## Dataset records
──────────

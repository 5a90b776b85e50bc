"""The fast modal path equals the direct coupled-system path, method by method."""

from __future__ import annotations

from pathlib import Path

import numpy as np
import pytest

import thist
from thist.analysis import build_damping
from thist.methods import get_method, modal_kernel
from thist.methods.modal_path import integrate_modal
from thist.record import sample

DEMO = Path(__file__).resolve().parent.parent / "inputs" / "clinic-si.toml"
METHODS = [
    "newmark-average",
    "newmark-linear",
    "central-difference",
    "hht",
    "generalized-alpha",
    "exact",
]


@pytest.fixture(scope="module")
def demo():
    case = thist.load_case(DEMO)
    s = case.structure
    modes = thist.modal(s.M, s.K)
    damping = build_damping(case.damping, s, modes)
    ex = sample(case.record, 0.005, 12.0)
    return s, modes, damping, -np.outer(ex.ag, s.M @ s.r)


#: The modal path's two engines: the compiled kernel (thist.methods.modal_kernel) and
#: the lfilter recurrences (thist.methods.recurrence). The kernel needs numba.
ENGINES = [
    pytest.param(
        True,
        id="compiled",
        marks=pytest.mark.skipif(not modal_kernel.AVAILABLE, reason="numba not available"),
    ),
    pytest.param(False, id="lfilter"),
]


@pytest.mark.parametrize("compiled", ENGINES)
@pytest.mark.parametrize("name", METHODS)
def test_modal_path_equals_direct_path_on_the_demo_building(demo, name, compiled):
    """For a classically damped linear model a linear one-step method applied mode by mode
    is the same algorithm as on the coupled system (Chopra, Dynamics of Structures,
    2012, §13.1 for the modal equations; the update is linear, so it commutes with the
    modal transformation). Agreement to 1e-10 of the peak for both engines of the modal
    path: only round-off differs."""
    s, modes, damping, p = demo
    assert damping.classical
    m = get_method(name)
    direct = m.integrate(s.M, damping.C, s.K, p, 0.005)
    fast = integrate_modal(m, s.M, modes, damping.ratios, p, 0.005, compiled=compiled)
    for a, b in ((direct.u, fast.u), (direct.v, fast.v), (direct.a, fast.a)):
        assert np.max(np.abs(a - b)) < 1e-10 * np.max(np.abs(a))


@pytest.mark.skipif(not modal_kernel.AVAILABLE, reason="numba not available")
@pytest.mark.parametrize("name", METHODS)
def test_compiled_modal_kernel_equals_the_lfilter_path(demo, name):
    """The compiled kernel steps x[k+1] = A x[k] + B0 f[k] + B1 f[k+1] directly; the
    lfilter path runs the same recurrence as rational filters (Oppenheim & Schafer,
    Discrete-Time Signal Processing, 3rd ed., 2010, §6.5: a state-space system and its
    transfer function give the same output). u, v and a agree to 1e-10 of the peak:
    the two differ only in the order of the floating-point operations."""
    s, modes, damping, p = demo
    m = get_method(name)
    kernel = integrate_modal(m, s.M, modes, damping.ratios, p, 0.005, compiled=True)
    filters = integrate_modal(m, s.M, modes, damping.ratios, p, 0.005, compiled=False)
    for a, b in ((filters.u, kernel.u), (filters.v, kernel.v), (filters.a, kernel.a)):
        assert np.max(np.abs(a - b)) < 1e-10 * np.max(np.abs(a))


@pytest.mark.skipif(not modal_kernel.AVAILABLE, reason="numba not available")
@pytest.mark.parametrize("s", [2, 3, 4])
@pytest.mark.parametrize("n", [3, 4])
def test_compiled_modal_kernel_runs_any_recurrence_like_numpy(s, n):
    """The kernel (unrolled branches for 2 and 3 state components with modes in pairs,
    an odd mode paired with itself, and the general branch) against a plain numpy
    evaluation of the definitions x[k+1] = A x[k] + B0 f[k] + B1 f[k+1],
    y[k] = D x[k] + E0 f[k] + E1 f[k+1], u = y Φᵀ, for random stable systems, split
    into two chunks and with the load held after the last row: 1e-12 relative,
    round-off only over 700 steps of a contraction."""
    from thist.methods.modal_kernel import modal_histories

    rng = np.random.default_rng(5)
    length, d = 700, 5
    A = 0.2 * rng.standard_normal((n, s, s))
    B0, B1, x0 = (rng.standard_normal((n, s)) for _ in range(3))
    D = rng.standard_normal((n, 3, s))
    E0, E1 = rng.standard_normal((n, 3)), rng.standard_normal((n, 3))
    P = rng.standard_normal((length, 2))
    W = rng.standard_normal((2, n))
    phi_t = rng.standard_normal((n, d))
    F = np.vstack([P @ W, (P @ W)[-1:]])  # held after the last sample
    ref = np.empty((3, length, n))
    x = x0.copy()
    for i in range(length):
        ref[:, i] = np.einsum("jcd,jd->cj", D, x) + E0.T * F[i] + E1.T * F[i + 1]
        x = np.einsum("jcd,jd->jc", A, x) + B0 * F[i, :, None] + B1 * F[i + 1, :, None]
    ref = ref @ phi_t
    out = np.empty((3, length, d))
    state = x0.copy()
    split = 613  # a chunk boundary inside a kernel block
    args = (A, B0, B1, D, E0, E1, False, state)
    assert modal_histories(*args, P[: split + 1], W, phi_t, out, 0, split)
    assert modal_histories(*args, P[split:], W, phi_t, out, split, length - split)
    assert np.max(np.abs(out - ref)) < 1e-12 * np.max(np.abs(ref))
    assert np.max(np.abs(state - x)) < 1e-12 * np.max(np.abs(x))


@pytest.mark.parametrize("compiled", ENGINES)
@pytest.mark.parametrize("name", METHODS)
def test_substeps_equal_the_step_by_step_run_at_the_finer_step(demo, name, compiled):
    """r sub-steps per sample folded into one recurrence (x[K+1] = Aʳ x[K] + C0 f_K +
    C1 f_K+1 for a load linear between samples) against the method run step by step
    on the coupled system at Δt/r under the record interpolated linearly
    (numpy.interp), read one sample in r: the same algorithm, so agreement to 1e-10
    of the peak (round-off of r-fold products only)."""
    s, modes, damping, p = demo
    m = get_method(name)
    r, dt = 4, 0.01
    coarse = p[:600:2]  # the demo record at 0.01 s
    t = np.arange(coarse.shape[0]) * dt
    tf = np.arange((coarse.shape[0] - 1) * r + 1) * (dt / r)
    fine = np.column_stack([np.interp(tf, t, coarse[:, i]) for i in range(s.n)])
    ref = m.integrate(s.M, damping.C, s.K, fine, dt / r)
    fast = integrate_modal(m, s.M, modes, damping.ratios, coarse, dt, compiled=compiled, substeps=r)
    for a, b in ((ref.u[::r], fast.u), (ref.v[::r], fast.v), (ref.a[::r], fast.a)):
        assert np.max(np.abs(a - b)) < 1e-10 * np.max(np.abs(a))


def test_substeps_mean_the_same_on_the_direct_path(demo):
    """The direct path (models whose damping is not classical) runs the finer step
    itself and reads one sample in r. The demo model forced onto it equals the modal
    path's folded run to 1e-10 of the peak: the same algorithm, round-off only."""
    from dataclasses import replace

    from thist.analysis import integrate_linear

    s, modes, damping, p = demo
    ag = -p[:400, 0] / s.M[0, 0]
    m = get_method("newmark-average")
    modal_run, path = integrate_linear(m, s, damping, modes, ag, 0.01, substeps=3)
    assert path == "modal"
    direct_run, path = integrate_linear(
        m, s, replace(damping, classical=False), modes, ag, 0.01, substeps=3
    )
    assert path == "direct"
    for a, b in (
        (direct_run.u, modal_run.u),
        (direct_run.v, modal_run.v),
        (direct_run.a, modal_run.a),
    ):
        assert np.max(np.abs(a - b)) < 1e-10 * np.max(np.abs(a))


@pytest.mark.parametrize("compiled", ENGINES)
@pytest.mark.parametrize("name", ["newmark-average", "central-difference", "hht", "exact"])
def test_modal_path_honours_initial_conditions(demo, name, compiled):
    """Free vibration from a displaced, moving start: the direct path and both engines
    of the modal path agree to 1e-10 of the peak (same algorithm, round-off only)."""
    s, modes, damping, p = demo
    u0 = np.linspace(0.01, 0.05, s.n)
    v0 = np.linspace(-0.1, 0.1, s.n)
    m = get_method(name)
    zero = np.zeros((2000, s.n))
    direct = m.integrate(s.M, damping.C, s.K, zero, 0.005, u0=u0, v0=v0)
    fast = integrate_modal(
        m, s.M, modes, damping.ratios, zero, 0.005, u0=u0, v0=v0, compiled=compiled
    )
    for a, b in ((direct.u, fast.u), (direct.v, fast.v), (direct.a, fast.a)):
        assert np.max(np.abs(a - b)) < 1e-10 * np.max(np.abs(a))


def test_chain_models_take_the_banded_solve_on_the_direct_path(demo):
    """The demo building is a shear chain: its effective matrix M + γΔt C + βΔt² K is
    tridiagonal, so the direct path factorises it in banded form (LAPACK pbtrf, as
    scipy.linalg.cholesky_banded), and that solve equals a dense solve
    (numpy.linalg.solve) to 1e-12 relative: both are backward stable and the matrix
    is well conditioned (mass-dominated at Δt = 5 ms)."""
    from thist.methods.alpha import _factorise, banded_form

    s, modes, damping, _ = demo
    dt = 0.005
    keff = s.M + 0.5 * dt * damping.C + 0.25 * dt * dt * s.K
    assert banded_form(keff) is not None
    b = np.linspace(-1.0, 2.0, s.n) * 1e5
    x = _factorise(keff)(b)
    ref = np.linalg.solve(keff, b)
    assert np.max(np.abs(x - ref)) < 1e-12 * np.max(np.abs(ref))


@pytest.mark.parametrize("name", ["newmark-average", "hht", "central-difference"])
def test_banded_direct_path_equals_the_dense_direct_path_for_nonclassical_damping(
    demo, name, monkeypatch
):
    """A dashpot in the first story only (non-classical damping, so the run must take
    the direct path) on the demo chain: the banded solve and the dense Cholesky solve
    give the same histories to 1e-10 of the peak (same algorithm; the solves differ
    by round-off only)."""
    import thist.methods.alpha as alpha

    s, modes, _, p = demo
    C = np.zeros((s.n, s.n))
    C[0, 0] = 0.05 * 2.0 * float(modes.omegas[0]) * float(s.M[0, 0])
    m = get_method(name)
    banded = m.integrate(s.M, C, s.K, p[:1500], 0.005)
    monkeypatch.setattr(alpha, "banded_form", lambda A: None)
    dense = m.integrate(s.M, C, s.K, p[:1500], 0.005)
    for a, b in ((dense.u, banded.u), (dense.v, banded.v), (dense.a, banded.a)):
        assert np.max(np.abs(a - b)) < 1e-10 * np.max(np.abs(a))


def test_modal_filters_call_the_same_routine_as_scipy_lfilter():
    """The filters call lfilter's C routine directly (without its argument checks); the
    output and final conditions must be those of scipy.signal.lfilter, bit for bit."""
    from scipy.signal import lfilter

    from thist.methods.recurrence import _filter

    rng = np.random.default_rng(2)
    b, a = np.array([0.0, 0.3, -0.1, 0.05]), np.array([1.0, -1.7, 0.8, -0.02])
    x, zi = rng.standard_normal(500), rng.standard_normal(3)
    y, zf = _filter(b, a, x, zi)
    y_ref, zf_ref = lfilter(b, a, x, zi=zi)
    np.testing.assert_array_equal(y, y_ref)
    np.testing.assert_array_equal(zf, zf_ref)


def test_time_history_checks_stability_at_the_substep_and_refuses_bad_counts():
    """Central difference on a two-story chain whose stability limit is T_min/π
    (Newmark 1959; about 0.032 s here): a 0.05 s record step alone is refused, the
    same record with two sub-steps (0.025 s) runs, and a sub-step count that is not a
    whole number >= 1 is an input error naming the field."""
    M = np.diag([2e5, 2e5])
    K = np.array([[6e8, -3e8], [-3e8, 3e8]])
    C = 0.002 * K
    ag = 0.5 * np.sin(np.linspace(0, 20, 401))
    with pytest.raises(thist.StabilityError):
        thist.time_history(M, C, K, ag, 0.05, "central-difference")
    h = thist.time_history(M, C, K, ag, 0.05, "central-difference", substeps=2)
    assert h.u.shape == (401, 2) and np.all(np.isfinite(h.u))
    for bad in (0, 1.5, True):
        with pytest.raises(thist.InputError, match="substeps"):
            thist.time_history(M, C, K, ag, 0.05, "central-difference", substeps=bad)


def test_exact_method_gives_the_same_answer_with_any_number_of_substeps(demo):
    """The state-transition recurrence is exact for a load linear between samples
    (Nigam & Jennings 1969; Van Loan 1978), and sub-steps under the linearly
    interpolated record add no information: r = 1, 3 and 7 agree to 1e-11 of the
    peak (round-off of the r-fold matrix products only)."""
    s, modes, damping, p = demo
    m = get_method("exact")
    one = integrate_modal(m, s.M, modes, damping.ratios, p[:800], 0.005)
    for r in (3, 7):
        many = integrate_modal(m, s.M, modes, damping.ratios, p[:800], 0.005, substeps=r)
        for a, b in ((one.u, many.u), (one.v, many.v), (one.a, many.a)):
            assert np.max(np.abs(a - b)) < 1e-11 * np.max(np.abs(a))
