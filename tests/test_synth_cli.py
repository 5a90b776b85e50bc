"""`thist synth`: a reproducible record file that says it is synthetic; one-line errors."""

from __future__ import annotations

import math

import numpy as np
import pytest

from thist.cli import main
from thist.units import STANDARD_GRAVITY

BASE = ["--seed", "11", "--duration", "12 s", "--dt", "0.01 s", "--site-frequency", "2.5 Hz",
        "--site-damping", "60 %", "--peak-time", "3 s"]  # fmt: skip


def _synth(path, *extra):
    return main(["synth", str(path), *BASE, *extra])


def _columns(path) -> tuple[np.ndarray, np.ndarray]:
    lines = [ln for ln in path.read_text().splitlines() if not ln.startswith("#")]
    assert lines[0] == "time_s accel_m_s2"
    arr = np.array([[float(x) for x in ln.split()] for ln in lines[1:]])
    return arr[:, 0], arr[:, 1]


def _header(path) -> dict[str, str]:
    out = {}
    for ln in path.read_text().splitlines():
        if ln.startswith("#   ") and ":" in ln:
            key, _, value = ln[4:].partition(":")
            out[key.strip()] = value.strip()
    return out


def test_same_seed_reproduces_the_file_bit_for_bit(tmp_path, capsys):
    """numpy's default_rng(seed) stream is fixed for a given seed (NumPy Generator docs),
    so the same seed and options must give identical bytes; another seed must not."""
    a, b, c = tmp_path / "a.txt", tmp_path / "b.txt", tmp_path / "c.txt"
    assert _synth(a, "--pga", "0.3 g") == 0
    assert _synth(b, "--pga", "0.3 g") == 0
    assert a.read_bytes() == b.read_bytes()
    assert main(["synth", str(c), *BASE[2:], "--seed", "12", "--pga", "0.3 g"]) == 0
    assert c.read_bytes() != a.read_bytes()


def test_header_says_synthetic_and_lists_the_parameters_in_si(tmp_path, capsys):
    """2.5 Hz is omega_g = 2 pi x 2.5 rad/s (omega = 2 pi f, by definition); 60 % is 0.6;
    a trapezoid envelope and a Clough-Penzien corner are listed as given."""
    path = tmp_path / "s.txt"
    args = ["synth", str(path), *BASE[:-2], "--envelope", "trapezoid", "--rise", "1 s",
            "--strong", "4 s", "--decay", "5 s", "--corner-frequency", "0.2 Hz",
            "--corner-damping", "0.6", "--pga", "0.25 g"]  # fmt: skip
    assert main(args) == 0
    text = path.read_text()
    assert text.startswith("# SYNTHETIC ground acceleration record")
    assert "NOT a substitute for recorded" in text
    h = _header(path)
    assert h["seed"] == "11"
    assert float(h["omega_g_rad_s"]) == pytest.approx(2 * math.pi * 2.5, rel=1e-15)
    assert float(h["omega_f_rad_s"]) == pytest.approx(2 * math.pi * 0.2, rel=1e-15)
    assert float(h["zeta_g"]) == 0.6 and float(h["zeta_f"]) == 0.6
    assert h["envelope"] == "type=trapezoid, rise_s=1.0, strong_s=4.0, decay_s=5.0"
    assert "Clough-Penzien" in h["method"]


def test_rad_per_second_and_hertz_give_the_same_record(tmp_path, capsys):
    """A frequency written in rad/s is circular, in Hz cyclic: 15.707963267948966 rad/s is
    2 pi x 2.5 Hz to the last bit, so both spellings must write the same file."""
    a, b = tmp_path / "hz.txt", tmp_path / "rad.txt"
    assert _synth(a, "--pga", "0.3 g") == 0
    args = [*BASE]
    args[args.index("2.5 Hz")] = f"{2 * math.pi * 2.5!r} rad/s"
    assert main(["synth", str(b), *args, "--pga", "0.3 g"]) == 0
    assert a.read_bytes() == b.read_bytes()


def test_targets_pga_and_arias_are_met(tmp_path, capsys):
    """PGA target: max |a| = 0.3 g (g = 9.80665 m/s^2). Arias target: pi/(2 g) * trapezoid
    integral of a^2 (Arias 1970) = 1.5 m/s. Values are written with 17 significant figures,
    so both hold to 1e-12."""
    p1, p2 = tmp_path / "pga.txt", tmp_path / "arias.txt"
    assert _synth(p1, "--pga", "0.3 g") == 0
    assert _synth(p2, "--arias", "150 cm/s") == 0
    t, a = _columns(p1)
    assert np.max(np.abs(a)) == pytest.approx(0.3 * STANDARD_GRAVITY, rel=1e-12)
    np.testing.assert_allclose(np.diff(t), 0.01, rtol=1e-9)
    assert t[-1] == pytest.approx(12.0)
    _, a2 = _columns(p2)
    arias = math.pi / (2 * STANDARD_GRAVITY) * np.trapezoid(a2**2, dx=0.01)
    assert arias == pytest.approx(1.5, rel=1e-12)


def test_terminal_and_help_say_synthetic_is_no_substitute_for_recorded_motions(tmp_path, capsys):
    assert _synth(tmp_path / "x.txt", "--pga", "0.3 g") == 0
    out = " ".join(capsys.readouterr().out.split())
    assert "SYNTHETIC record, seed 11" in out
    assert "not a substitute for recorded motions selected for the site" in out
    with pytest.raises(SystemExit) as exc:
        main(["synth", "--help"])
    assert exc.value.code == 0
    helptext = " ".join(capsys.readouterr().out.split())
    assert "not a substitute for recorded motions selected for the site" in helptext


@pytest.mark.parametrize(
    ("change", "needle"),
    [
        ({"--duration": "12"}, '--duration: expected time, got "12" (no unit)'),
        ({"--dt": "0.01 m"}, "--dt: expected time"),
        ({"--site-damping": "1.5"}, "--site-damping: must be a damping ratio"),
        ({"--site-frequency": "150 kg"}, "--site-frequency: expected frequency"),
        ({"--seed": "-1"}, "--seed: must be a non-negative integer"),
        ({"--peak-time": "0 s"}, "--peak-time: must be positive"),
    ],
)
def test_bad_option_is_one_line_with_exit_status_2(tmp_path, capsys, change, needle):
    args = list(BASE)
    for key, value in change.items():
        args[args.index(key) + 1] = value
    path = tmp_path / "bad.txt"
    assert main(["synth", str(path), *args, "--pga", "0.3 g"]) == 2
    err = capsys.readouterr().err
    assert err.count("\n") == 1 and err.startswith("error: ") and needle in err
    assert not path.exists()


@pytest.mark.parametrize(
    ("extra", "needle"),
    [
        (["--pga", "0.3 g", "--corner-frequency", "0.2 Hz"], "give both --corner-frequency"),
        (["--pga", "0.3 g", "--rise", "1 s"], "--rise: does not apply to the saragoni-hart"),
        (["--arias", "1 g"], "--arias: expected velocity"),
    ],
)
def test_inconsistent_options_are_one_line_with_exit_status_2(tmp_path, capsys, extra, needle):
    assert main(["synth", str(tmp_path / "bad.txt"), *BASE, *extra]) == 2
    err = capsys.readouterr().err
    assert err.count("\n") == 1 and needle in err


def test_missing_output_folder_is_one_line(tmp_path, capsys):
    assert main(["synth", str(tmp_path / "nope" / "x.txt"), *BASE, "--pga", "0.3 g"]) == 2
    err = capsys.readouterr().err
    assert err.count("\n") == 1 and "FILE: folder" in err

──────────

## Assignment
Give back exactly the lines above, from the line containing "from thist.methods.recurrence import" through the line containing "exact for a load linear between samples", with both end lines and nothing more.

## Your solution
    from thist.methods.recurrence import _filter

    rng = np.random.default_rng(2)
    b, a = np.array([0.0, 0.3, -0.1, 0.05]), np.array([1.0, -1.7, 0.8, -0.02])
    x, zi = rng.standard_normal(500), rng.standard_normal(3)
    y, zf = _filter(b, a, x, zi)
    y_ref, zf_ref = lfilter(b, a, x, zi=zi)
    np.testing.assert_array_equal(y, y_ref)
    np.testing.assert_array_equal(zf, zf_ref)


def test_time_history_checks_stability_at_the_substep_and_refuses_bad_counts():
    """Central difference on a two-story chain whose stability limit is T_min/π
    (Newmark 1959; about 0.032 s here): a 0.05 s record step alone is refused, the
    same record with two sub-steps (0.025 s) runs, and a sub-step count that is not a
    whole number >= 1 is an input error naming the field."""
    M = np.diag([2e5, 2e5])
    K = np.array([[6e8, -3e8], [-3e8, 3e8]])
    C = 0.002 * K
    ag = 0.5 * np.sin(np.linspace(0, 20, 401))
    with pytest.raises(thist.StabilityError):
        thist.time_history(M, C, K, ag, 0.05, "central-difference")
    h = thist.time_history(M, C, K, ag, 0.05, "central-difference", substeps=2)
    assert h.u.shape == (401, 2) and np.all(np.isfinite(h.u))
    for bad in (0, 1.5, True):
        with pytest.raises(thist.InputError, match="substeps"):
            thist.time_history(M, C, K, ag, 0.05, "central-difference", substeps=bad)


def test_exact_method_gives_the_same_answer_with_any_number_of_substeps(demo):
    """The state-transition recurrence is exact for a load linear between samples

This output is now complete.